Statistics, Part II: Second Foundation

Feb 01, 2016
Volume 31, Issue 2, pg 28–38

 

This column is the continuation of our discussion in part I dealing with statistics.

 


This column is part II in our discussion dealing with statistics (1). As we usually do, when we continue the discussion of a topic through more than one column, we continue the numbering of equations, figures, and tables from where we left off.

Second Foundation: The Principle of Analysis of Variance

A reader of chemometric literature intending to comprehend the operation of the algorithms used to analyze spectral data will encounter an almost mind-numbing plethora of terms, abbreviations, and acronyms: R, R2, RMS, RMSD, SEC, SEE, SEP, and so forth. Upon reflection, the reader must soon wonder, beyond what do these all mean (which is usually explained), about other questions: Why do we use these terms? Where do they come from? What do they tell us? The answer to all of these questions as well as deeper questions that often aren’t explained, which one might guess from the title of this column, is analysis of variance (often abbreviated ANOVA).

So, what is ANOVA and what does it have to do with the use of terms like the ones listed above?

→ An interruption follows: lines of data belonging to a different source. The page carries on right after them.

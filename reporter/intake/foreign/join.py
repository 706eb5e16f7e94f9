"""The readings of several logger files as one series, by the channels of the field workbook."""

from __future__ import annotations

from collections.abc import Sequence
from dataclasses import dataclass, replace
from datetime import datetime
from typing import Any

from reporter.intake.foreign.apply import ForeignReadings
from reporter.intake.foreign.common import RULE, File, length, needed_step, on_common_intervals
from reporter.intake.foreign.lags import lags_between_files
from reporter.intake.foreign.mapping import AS_ENTERED, MappedColumn
from reporter.intake.foreign.merge import Clash, merged
from reporter.intake.foreign.times import zone_of
from reporter.intake.rows import Filled
from reporter.intake.sheets import fold
from reporter.logged import LoggedRows
from reporter.problems import Place, Problem, problem
from reporter.record import Given, Readings
from reporter.units import convert, read_unit


@dataclass(frozen=True, slots=True)
class Joined:
    """The series of all files (None without a file), the problems found, what was done to the readings in words."""

    readings: Readings | None
    problems: list[Problem]
    done: tuple[str, ...] = ()


def join(files: Sequence[ForeignReadings], channels: Sequence[Filled], test: dict[str, Any]) -> Joined:
    """One series of all files, in time order.

    Parameters
    ----------
    files
        What each logger file gave.
    channels
        The rows of the sheet Channels; what they and a mapping say differently is a problem.
    test
        The items of the sheet Test; stamp and interval of the files are added where the sheet names none.

    Returns
    -------
    Joined
        Files of different intervals, or whose stamps do not fall together, are averaged to one (`common`).
    """
    problems: list[Problem] = []
    names = [channel.text("channel") for channel in channels]
    if not files:
        return Joined(None, problems)
    taken = [_match(found, channels, problems) for found in files]
    for name in names:
        if not any(name in own.values() for own in taken):
            words = f"no column for the channel {name!r}"
            problems.append(problem("mapping-against-channels", files[0].readings.place, words))
    _stamps(files, test, problems)
    parts = [
        File(found.report.file, found.readings, own, _at_start(found, test))
        for found, own in zip(files, taken, strict=True)
    ]
    problems += [problem("loggers-differ", Place(file), words) for file, words in lags_between_files(parts)]
    step = needed_step(parts, _entered_interval(test)) if all(len(part.readings.times) for part in parts) else None
    if step is not None:
        return _averaged(files, parts, names, step=step, test=test, problems=problems)
    rows, clashes = merged([(part.readings, part.own) for part in parts], names)
    problems += [_contradiction_of(parts[number], clash) for number, clash in clashes.items()]
    return Joined(_named(files, parts, names, rows), problems)


def _averaged(
    files: Sequence[ForeignReadings],
    parts: Sequence[File],
    names: Sequence[str],
    *,
    step: float,
    test: dict[str, Any],
    problems: list[Problem],
) -> Joined:
    """The series on intervals of one length; stamps and interval of the sheet Test are those of the result."""
    place = Place(", ".join(part.name for part in parts))
    at_start = all(part.at_start for part in parts)
    made = on_common_intervals(parts, names, step, at_start=at_start)
    problems += [problem("interval-blank", Place(file), words) for file, words in made.blank]
    problems += [_contradiction_of(parts[number], clash) for number, clash in made.clashes.items()]
    stamp = "interval start" if at_start else "interval end"
    test["reading_stamp"] = Given(stamp, place, stamp)
    test.setdefault("logging_interval", Given(step, place, length(step), read_unit("s")))
    readings = replace(_named(files, parts, names, made.rows), made=f"means over {length(step)}")
    return Joined(readings, problems, (*made.words, f"averages over {length(step)}: {RULE}"))


def _named(files: Sequence[ForeignReadings], parts: Sequence[File], names: Sequence[str], rows: LoggedRows) -> Readings:
    """Rows with the letters of their columns and the files they came from."""
    letters: dict[str, str] = {}
    for part in parts:
        letters |= {name: part.readings.columns[i] for i, name in part.own.items() if part.readings.columns}
    place = Place(", ".join(part.name for part in parts), files[0].readings.place.sheet)
    return Readings(tuple(names), tuple(letters.get(name, "") for name in names), rows, place)


def _contradiction_of(part: File, clash: Clash) -> Problem:
    words = f"{clash.count} readings, the first at {clash.first:%Y-%m-%d %H:%M:%S}"
    return problem("readings-contradict", Place(part.name), words)


def _at_start(found: ForeignReadings, test: dict[str, Any]) -> bool:
    """Whether the stamps of a file name the start of their intervals."""
    own = found.time.stamp
    if own in ("", AS_ENTERED):
        entered = test.get("reading_stamp")
        own = "" if entered is None else entered.value
    return bool(own == "interval start")


def _entered_interval(test: dict[str, Any]) -> float | None:
    """The logging interval entered on the sheet Test [s]."""
    given = test.get("logging_interval")
    return None if given is None else convert(given.value, "min" if given.unit is None else given.unit.unit, "s")


def _match(found: ForeignReadings, channels: Sequence[Filled], problems: list[Problem]) -> dict[int, str]:
    """The channel of each column of readings: by its name, else by its gas where one channel alone has it."""
    by_name = {fold(channel.text("channel")): channel for channel in channels}
    matched: dict[int, str] = {}
    for index, column in enumerate(found.columns):
        channel = by_name.get(fold(column.channel))
        if channel is None:
            same = [one for one in channels if one.text("gas") == column.gas]
            channel = same[0] if len(same) == 1 else None
        place = Place(found.report.file, found.readings.place.sheet, "", column.header)
        if channel is None:
            words = f"the channel {column.channel!r}, which the sheet Channels has not"
            problems.append(problem("mapping-against-channels", place, words))
            continue
        words = _contradiction(column, channel)
        if words:
            problems.append(problem("mapping-against-channels", place, words))
        if channel.text("channel") in matched.values():
            words = f"two columns for the channel {channel.text('channel')!r}"
            problems.append(problem("mapping-against-channels", place, words))
        matched[index] = channel.text("channel")
    return matched


def _contradiction(column: MappedColumn, channel: Filled) -> str:
    """What mapping and channel say differently; empty where they agree."""
    if channel.text("gas") and channel.text("gas") != column.gas:
        return f"{column.gas} in the mapping, {channel.text('gas')} on the sheet Channels"
    unit = channel.values.get("unit")
    if unit is not None and unit.value.unit != column.unit:
        return f"{column.unit} in the mapping, {unit.value.unit} on the sheet Channels"
    basis = channel.values.get("moisture_basis")
    if basis is not None and column.basis not in (AS_ENTERED, basis.value.value):
        return f"{column.basis} in the mapping, {basis.value.value} on the sheet Channels"
    return ""


def _stamps(files: Sequence[ForeignReadings], test: dict[str, Any], problems: list[Problem]) -> None:
    """Hold stamps and zones of the mappings against the sheet Test; files may differ where the sheet names no stamp."""
    entered = test.get("reading_stamp")
    on_sheet = entered is not None
    for found in files:
        place = Place(found.report.file)
        if found.time.stamp not in ("", AS_ENTERED):
            if entered is None:
                entered = test["reading_stamp"] = Given(found.time.stamp, place, found.time.stamp)
            elif on_sheet and entered.value != found.time.stamp:
                words = f"{found.time.stamp} in the mapping, {entered.value} on the sheet Test"
                problems.append(problem("mapping-against-channels", place, words))
        if len(found.readings.times):
            words = zone_words(found.time.zone, found.readings.times[0].item(), test)
            problems += [problem("mapping-against-channels", place, words)] if words else []


def zone_words(own: str, moment: datetime, test: dict[str, Any]) -> str:
    """That times were converted to another zone than that of the sheet Test, in words; empty where they were not."""
    zone = test.get("time_zone")
    if not own or zone is None:
        return ""
    try:
        same = zone_of(zone.value).utcoffset(moment) == zone_of(own).utcoffset(moment)
    except ValueError:
        same = zone.value == own
    return "" if same else f"times converted to {own} by the mapping, {zone.value} on the sheet Test"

Let’s start here: Everyone knows that the spread of data is usually described by the standard deviation (SD) of that data. There are several good reasons for this:

  • The computation of standard deviation used to be somewhat onerous when done by hand, but with computers, and even with some calculators available nowadays, the computation can be done with the press of a button; some calculators even include that computation among their basic functions. (One might wonder why that is so.)
  • The standard deviation gives the spread of the data in the same units that the data are represented in.
  • The standard deviation automatically adjusts the measure of the spread to the actual spread that the data represents.

Statisticians know all that, as well as some deeper reasons for using standard deviation as the measure of data spread. They also like the method well enough, and find it a useful tool just as everyone else does.

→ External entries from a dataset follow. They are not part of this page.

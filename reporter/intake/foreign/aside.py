"""Why a column whose header names a gas may be no reading: a statistic, a rate, a multiple, a reference."""

from __future__ import annotations

import re
from collections.abc import Sequence
from functools import lru_cache

from reporter.intake.foreign.tables import Table, blank
from reporter.intake.foreign.words import (
    folded,
    gases_in,
    other_words,
    parted,
    statistic_in,
    units_in,
    without_correction,
)
from reporter.intake.table import Raw, clean

_RATE = re.compile(
    r"(?<![a-z])(?:(?:lbs?|kg|g|mg|tons?|t) ?/ ?(?:h|hr|hour|s|sec|min|d|day|yr|year|a)"
    r"|(?:lbs?|kg|g|mg|ng) ?/ ?(?:mm ?btu|gj|mj|j|mwh|kwh))(?![a-z0-9])"
)
_MULTIPLE = re.compile(
    r"(?<![\w.])[x×*·]\s*10+\b|(?<![\w.])10\s*\^|(?<![\w.])1\s*/\s*10+\b|(?<![\w.,\-–])10+\s*(?:ppm|ppb|mg)"
    r"|(?<![\w.,\-–])0[.,]0*1\s*(?:ppm|ppb|mg|%|vol)",
    re.IGNORECASE,
)
_REFERENCE = re.compile(
    r"\b(?:o2|02|oxygen) ?(?:ref|reference|bezug)\b|\b(?:ref|reference|bezugs?) ?(?:o2|02|oxygen|sauerstoff)\b"
)
_OUTPUT = re.compile(r"\d\s*(?:-|–|\.\.\.?|to|bis|a)\s*\d+\s*(mA|mV|V|VDC)\b")


@lru_cache(4096)
def rate_in(header: str) -> str:
    """The unit of a mass rate or of an emission factor that a header names in place of a concentration; else empty."""
    match = None if units_in(header) else _RATE.search(parted(header).replace("_", " ").casefold())
    return match[0] if match else ""


@lru_cache(4096)
def multiple_in(header: str) -> str:
    """The multiple of a unit that a header names, such as ``x10`` or ``0.1 %``; else empty."""
    match = _MULTIPLE.search(clean(header))
    return match[0] if match else ""


def reference_oxygen(header: str, filled: Sequence[Raw]) -> bool:
    """Whether a column repeats the reference oxygen of a correction: named so, and the same in every row."""
    return len(filled) == 1 and _REFERENCE.search(folded(header)) is not None


def output_in_titles(table: Table) -> str:
    """The range of an analyzer's output, such as 4-20 mA, that a line above a table names; else empty."""
    for row in table.page.rows[: table.header_rows[0]]:
        for cell in row:
            if isinstance(cell, str) and not blank(cell) and (match := _OUTPUT.search(cell)):
                return match[0]
    return ""


def rivals(table: Table, column: int, gas: str) -> set[str]:
    """The statistics that the other columns of a gas name, empty for a plain one; corrected ones do not count."""
    return {
        statistic_in(header)
        for other, header in zip(table.columns, table.headers, strict=True)
        if other != column
        and gases_in(header) == (gas,)
        and not other_words(header)
        and not rate_in(header)
        and not without_correction(folded(header))[2]
    }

Statisticians, however, love variance (which is the square of the standard deviation).

Why should this be so? The variance has almost none of the useful properties listed above, that make the standard deviation so well-nigh ubiquitous.

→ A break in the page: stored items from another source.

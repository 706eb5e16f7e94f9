"""Several series as one by their time stamps; what two of them say differently is counted."""

from __future__ import annotations

from collections.abc import Mapping, Sequence
from dataclasses import dataclass, field, replace
from datetime import datetime

import numpy as np

from reporter.logged import CODE, Counts, LoggedColumn, LoggedRows, ReadingKind, Texts, Where, objects
from reporter.problems import Place
from reporter.record import Readings


@dataclass(slots=True)
class Clash:
    """How often a series says something else than those before it, and when first."""

    count: int
    first: datetime


@dataclass(slots=True)
class _Column:
    """A column being put together; where nothing was logged it is blank."""

    values: Where
    kinds: Where
    texts: Where
    rows: Counts
    source: Counts
    filled: Where
    sources: list[Place] = field(default_factory=list)


def merged(
    series: Sequence[tuple[Readings, Mapping[int, str]]], names: Sequence[str]
) -> tuple[LoggedRows, dict[int, Clash]]:
    """One row for each time stamp of any series, one column for each name.

    Parameters
    ----------
    series
        Each with the names of those of its columns that are taken, by their position.
    names
        The columns of the result.

    Returns
    -------
    The rows in time order, and the clashes by the position of the series that met them.
    """
    times = np.unique(np.concatenate([readings.times for readings, _ in series]))
    if len(series) == 1 and len(times) == len(series[0][0].times) and sorted(series[0][1].values()) == sorted(names):
        return _alone(*series[0], names), {}
    rows = np.zeros(len(times), dtype=np.int64)
    for readings, _ in reversed(series):
        rows[np.searchsorted(times, readings.times)[::-1]] = readings.logged.rows[::-1]
    made = {name: _empty(rows) for name in names}
    clashes: dict[int, Clash] = {}
    for number, (readings, own) in enumerate(series):
        where = np.searchsorted(times, readings.times)
        _, firsts = np.unique(where, return_index=True)
        differs = [_add(made[name], readings, index, (where, firsts)) for index, name in own.items()]
        if differs and (count := int(sum(map(np.count_nonzero, differs)))):
            first = int(np.argmax(np.logical_or.reduce(differs)))
            clashes[number] = Clash(count, readings.times[first].item())
    return LoggedRows(times, rows, [_column(made[name]) for name in names]), clashes


def _alone(readings: Readings, own: Mapping[int, str], names: Sequence[str]) -> LoggedRows:
    """The one series there is, its columns in the order of the names."""
    index = {name: at for at, name in own.items()}
    columns = [
        replace(readings.logged.columns[index[name]], sources=readings.sources(index[name])) for name in names
    ]  # fmt: skip
    return LoggedRows(readings.times, readings.logged.rows, columns)


def _empty(rows: Counts) -> _Column:
    size = len(rows)
    kinds = np.full(size, CODE[ReadingKind.BLANK], dtype=np.uint8)
    source = np.zeros(size, dtype=np.int64)
    return _Column(np.full(size, np.nan), kinds, objects([""] * size), rows.copy(), source, np.zeros(size, dtype=bool))


def _add(column: _Column, readings: Readings, index: int, places: tuple[Counts, Counts]) -> Where:
    """Take the readings of one more series where none is known yet; where it says something else than is known."""
    own, (where, firsts) = readings.logged.columns[index], places
    new = firsts[~column.filled[where[firsts]]]
    at = where[new]
    column.values[at], column.kinds[at], column.rows[at] = own.values[new], own.kinds[new], own.rows[new]
    column.texts[at] = own.texts.known[new]
    column.source[at] = len(column.sources) + (0 if own.source is None else own.source[new])
    column.sources += readings.sources(index)
    column.filled[at] = True
    known = column.values[where]
    same: Where = (known == own.values) | (np.isnan(known) & np.isnan(own.values))
    differs: Where = ~same | (column.kinds[where] != own.kinds)
    return differs


def _column(made: _Column) -> LoggedColumn:
    texts = Texts(made.texts, made.values)
    return LoggedColumn(made.values, made.kinds, texts, made.rows, tuple(made.sources), made.source)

The answer is that the variance has one overwhelmingly useful property that the standard deviation lacks: variances add.

Statisticians also know that the variance has some additional important properties. Variances are

·      Unbiased (in a carefully defined technical sense completely different from the chemometrician’s usual meaning of the term “bias”)

·      Consistent (in a similar technical sense)

·      Minimum variance estimators (again, in a similar technical sense. This is discussed further below.)

But the most important property is that variances add. Even though the data may change from one dataset to the next, if you calculate all the individual contributions to variance in a given dataset, the sum of all the pieces add up to the total variance of that dataset with mathematical exactness.

Standard deviations do not add. That is, suppose you are trying to determine, say, total detector noise in an instrument. You have equipment to measure the thermal noise, expressed in standard deviations. You have equipment to measure the shot noise, expressed in standard deviations. You have equipment to measure the effect, on the detector, of other noise sources. If you work with standard deviations you cannot add together those measured noise values to get the total detector noise, that you wish to determine.

 

 

But you can square those standard deviations to calculate the corresponding variances and add those together. The sum of all those variances will then be an indicator of the total noise variance of the detector. As almost a by-product, the square root of that value will be the total noise standard deviation. As described above, however, any measure of a physical quantity is subject to variability because of the random nature of at least one component of the data. Therefore, a statistician never claims to be able to calculate the physical quantity (the total error, in the current case) with any certainty. Instead, a conscientious statistician will only say that he can estimate the quantity being computed.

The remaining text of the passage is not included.